THE TASK:
The job is to output each record again, character for character.

Data excerpts:
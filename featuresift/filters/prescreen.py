"""Pre-screening wide data before a wrapper search, and a screened model for honest CV.

:func:`prescreen` keeps the candidates worth a wrapper's time, by one of three rules:

``"top_per_cost"``
    the ``keep`` columns with the highest relevance per unit cost (free columns
    with positive relevance first);
``"top"``
    the ``keep`` most relevant columns, whatever they cost;
``"fdr"``
    the columns whose Benjamini-Hochberg adjusted p-value (q-value) is at most
    ``alpha`` (optionally capped at ``keep``, best q first). Needs a scorer with
    p-values.

It returns the kept column indices and a table that says why each column was kept
or dropped.

Where the screen is computed
----------------------------
The screen uses ``y``. Computed on all rows and followed by a cross-validated
wrapper search, it makes the wrapper's CV scores optimistic (the held-out folds
helped choose the candidates; Ambroise & McLachlan 2002). Two honest set-ups:

* build the :class:`~featuresift.SelectionProblem` given to :func:`screened_search`
  on the training rows of an outer split only, and assess the chosen subset on the
  held-out rows (repeat over outer folds for nested CV);
* wrap the model in :class:`ScreenedEstimator`: it runs the screen inside ``fit``,
  so under ``cross_val_score`` (or inside a wrapper's CV) each fold screens on its
  own training part only.
"""

from __future__ import annotations

from dataclasses import dataclass
from typing import Any

import numpy as np
from sklearn.base import BaseEstimator, MetaEstimatorMixin, clone
from sklearn.utils.metaestimators import available_if
from sklearn.utils.validation import check_is_fitted

from featuresift._compat import renamed_keywords, warn_renamed
from featuresift.costs import CostModel
from featuresift.errors import InputError
from featuresift.filters._common import (
    check_positive_int,
    check_xy,
    per_cost,
    resolve_cost_model,
    unit_costs,
)
from featuresift.filters.relevance import categorical_columns, relevance_scores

TASK OUTPUT:
filename featuresift/filters/prescreen.py
"""Pre-screening wide data before a wrapper search, and a screened model for honest CV.

:func:`prescreen` keeps the candidates worth a wrapper's time, by one of three rules:

``"top_per_cost"``
    the ``keep`` columns with the highest relevance per unit cost (free columns
    with positive relevance first);
``"top"``
    the ``keep`` most relevant columns, whatever they cost;
``"fdr"``
    the columns whose Benjamini-Hochberg adjusted p-value (q-value) is at most
    ``alpha`` (optionally capped at ``keep``, best q first). Needs a scorer with
    p-values.

It returns the kept column indices and a table that says why each column was kept
or dropped.

Where the screen is computed
----------------------------
The screen uses ``y``. Computed on all rows and followed by a cross-validated
wrapper search, it makes the wrapper's CV scores optimistic (the held-out folds
helped choose the candidates; Ambroise & McLachlan 2002). Two honest set-ups:

* build the :class:`~featuresift.SelectionProblem` given to :func:`screened_search`
  on the training rows of an outer split only, and assess the chosen subset on the
  held-out rows (repeat over outer folds for nested CV);
* wrap the model in :class:`ScreenedEstimator`: it runs the screen inside ``fit``,
  so under ``cross_val_score`` (or inside a wrapper's CV) each fold screens on its
  own training part only.
"""

from __future__ import annotations

from dataclasses import dataclass
from typing import Any

import numpy as np
from sklearn.base import BaseEstimator, MetaEstimatorMixin, clone
from sklearn.utils.metaestimators import available_if
from sklearn.utils.validation import check_is_fitted

from featuresift._compat import renamed_keywords, warn_renamed
from featuresift.costs import CostModel
from featuresift.errors import InputError
from featuresift.filters._common import (
    check_positive_int,
    check_xy,
    per_cost,
    resolve_cost_model,
    unit_costs,
)
from featuresift.filters.relevance import categorical_columns, relevance_scores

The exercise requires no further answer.